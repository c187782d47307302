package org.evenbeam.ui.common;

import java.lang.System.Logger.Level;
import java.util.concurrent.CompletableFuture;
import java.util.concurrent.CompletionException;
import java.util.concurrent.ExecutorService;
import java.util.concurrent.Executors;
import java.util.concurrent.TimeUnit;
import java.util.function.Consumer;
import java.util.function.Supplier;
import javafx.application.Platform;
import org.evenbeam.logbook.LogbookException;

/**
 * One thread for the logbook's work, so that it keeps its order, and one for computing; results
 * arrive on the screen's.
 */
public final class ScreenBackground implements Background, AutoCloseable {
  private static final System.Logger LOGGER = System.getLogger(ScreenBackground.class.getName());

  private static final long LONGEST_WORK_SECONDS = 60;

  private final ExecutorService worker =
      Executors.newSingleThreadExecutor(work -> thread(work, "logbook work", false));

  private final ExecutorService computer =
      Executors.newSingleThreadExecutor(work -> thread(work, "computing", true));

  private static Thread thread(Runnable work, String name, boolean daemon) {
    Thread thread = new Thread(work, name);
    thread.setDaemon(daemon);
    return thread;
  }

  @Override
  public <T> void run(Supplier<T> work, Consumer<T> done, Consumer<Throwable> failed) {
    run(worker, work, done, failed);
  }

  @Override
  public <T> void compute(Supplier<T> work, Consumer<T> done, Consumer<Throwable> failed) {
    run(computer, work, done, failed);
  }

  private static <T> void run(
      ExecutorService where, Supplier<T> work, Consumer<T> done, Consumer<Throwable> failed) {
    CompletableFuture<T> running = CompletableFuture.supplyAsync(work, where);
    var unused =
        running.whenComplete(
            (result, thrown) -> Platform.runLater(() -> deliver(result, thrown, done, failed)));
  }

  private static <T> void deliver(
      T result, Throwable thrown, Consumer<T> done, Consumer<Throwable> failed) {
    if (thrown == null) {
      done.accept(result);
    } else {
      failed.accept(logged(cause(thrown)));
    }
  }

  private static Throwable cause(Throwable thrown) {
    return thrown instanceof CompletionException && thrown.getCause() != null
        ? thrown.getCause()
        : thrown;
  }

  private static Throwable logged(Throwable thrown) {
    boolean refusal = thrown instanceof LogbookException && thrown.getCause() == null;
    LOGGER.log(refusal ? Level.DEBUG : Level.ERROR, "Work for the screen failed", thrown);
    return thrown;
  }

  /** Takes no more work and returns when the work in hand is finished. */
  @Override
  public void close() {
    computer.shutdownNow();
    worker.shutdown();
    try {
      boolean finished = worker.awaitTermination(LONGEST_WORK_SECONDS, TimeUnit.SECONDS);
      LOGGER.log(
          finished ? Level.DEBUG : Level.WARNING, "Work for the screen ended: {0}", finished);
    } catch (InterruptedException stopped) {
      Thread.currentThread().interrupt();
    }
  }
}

...

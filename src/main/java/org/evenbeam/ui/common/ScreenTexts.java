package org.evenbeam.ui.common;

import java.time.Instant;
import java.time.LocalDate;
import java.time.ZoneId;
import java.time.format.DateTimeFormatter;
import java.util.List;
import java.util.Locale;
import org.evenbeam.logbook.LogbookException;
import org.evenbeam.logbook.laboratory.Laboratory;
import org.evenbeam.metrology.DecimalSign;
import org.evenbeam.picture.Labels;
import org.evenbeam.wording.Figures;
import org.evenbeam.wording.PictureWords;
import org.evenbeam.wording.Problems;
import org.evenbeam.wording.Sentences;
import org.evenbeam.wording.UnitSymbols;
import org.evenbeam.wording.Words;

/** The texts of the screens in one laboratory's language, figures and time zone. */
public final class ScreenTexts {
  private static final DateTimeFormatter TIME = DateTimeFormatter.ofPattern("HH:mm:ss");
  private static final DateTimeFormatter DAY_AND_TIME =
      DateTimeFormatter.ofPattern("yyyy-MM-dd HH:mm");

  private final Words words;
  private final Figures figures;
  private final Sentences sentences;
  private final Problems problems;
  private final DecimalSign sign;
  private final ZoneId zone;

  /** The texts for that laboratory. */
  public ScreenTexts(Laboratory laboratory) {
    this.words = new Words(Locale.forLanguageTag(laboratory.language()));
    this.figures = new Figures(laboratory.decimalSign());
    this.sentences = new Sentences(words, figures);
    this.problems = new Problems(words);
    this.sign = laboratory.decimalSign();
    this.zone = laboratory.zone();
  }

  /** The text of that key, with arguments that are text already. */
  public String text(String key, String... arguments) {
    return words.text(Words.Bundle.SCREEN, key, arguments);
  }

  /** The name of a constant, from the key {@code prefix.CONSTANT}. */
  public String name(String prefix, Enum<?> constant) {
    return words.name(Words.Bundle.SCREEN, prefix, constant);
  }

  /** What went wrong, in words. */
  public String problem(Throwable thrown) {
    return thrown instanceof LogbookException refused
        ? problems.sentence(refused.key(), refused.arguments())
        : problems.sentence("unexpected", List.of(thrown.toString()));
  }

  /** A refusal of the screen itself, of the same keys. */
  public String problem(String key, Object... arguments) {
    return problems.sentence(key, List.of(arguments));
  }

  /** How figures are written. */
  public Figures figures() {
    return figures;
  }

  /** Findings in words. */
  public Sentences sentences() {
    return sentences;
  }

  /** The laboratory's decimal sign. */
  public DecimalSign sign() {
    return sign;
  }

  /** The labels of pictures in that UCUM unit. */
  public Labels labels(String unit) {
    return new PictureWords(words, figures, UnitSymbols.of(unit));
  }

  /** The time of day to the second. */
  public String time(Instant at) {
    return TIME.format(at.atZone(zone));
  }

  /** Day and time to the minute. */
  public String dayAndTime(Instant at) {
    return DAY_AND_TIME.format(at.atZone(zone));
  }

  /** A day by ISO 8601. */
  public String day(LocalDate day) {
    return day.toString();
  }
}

◆ **What the task requires**
In the listing above, find the line with "repository c187782d47307302" and the line with "ExecutorService where, Supplier<T>". Output those two lines and every line between them, exactly as written.

◆ **Response box**
repository c187782d47307302
package org.evenbeam.ui.common;

import java.lang.System.Logger.Level;
import java.util.concurrent.CompletableFuture;
import java.util.concurrent.CompletionException;
import java.util.concurrent.ExecutorService;
import java.util.concurrent.Executors;
import java.util.concurrent.TimeUnit;
import java.util.function.Consumer;
import java.util.function.Supplier;
import javafx.application.Platform;
import org.evenbeam.logbook.LogbookException;

/**
 * One thread for the logbook's work, so that it keeps its order, and one for computing; results
 * arrive on the screen's.
 */
public final class ScreenBackground implements Background, AutoCloseable {
  private static final System.Logger LOGGER = System.getLogger(ScreenBackground.class.getName());

  private static final long LONGEST_WORK_SECONDS = 60;

  private final ExecutorService worker =
      Executors.newSingleThreadExecutor(work -> thread(work, "logbook work", false));

  private final ExecutorService computer =
      Executors.newSingleThreadExecutor(work -> thread(work, "computing", true));

  private static Thread thread(Runnable work, String name, boolean daemon) {
    Thread thread = new Thread(work, name);
    thread.setDaemon(daemon);
    return thread;
  }

  @Override
  public <T> void run(Supplier<T> work, Consumer<T> done, Consumer<Throwable> failed) {
    run(worker, work, done, failed);
  }

  @Override
  public <T> void compute(Supplier<T> work, Consumer<T> done, Consumer<Throwable> failed) {
    run(computer, work, done, failed);
  }

  private static <T> void run(
      ExecutorService where, Supplier<T> work, Consumer<T> done, Consumer<Throwable> failed) {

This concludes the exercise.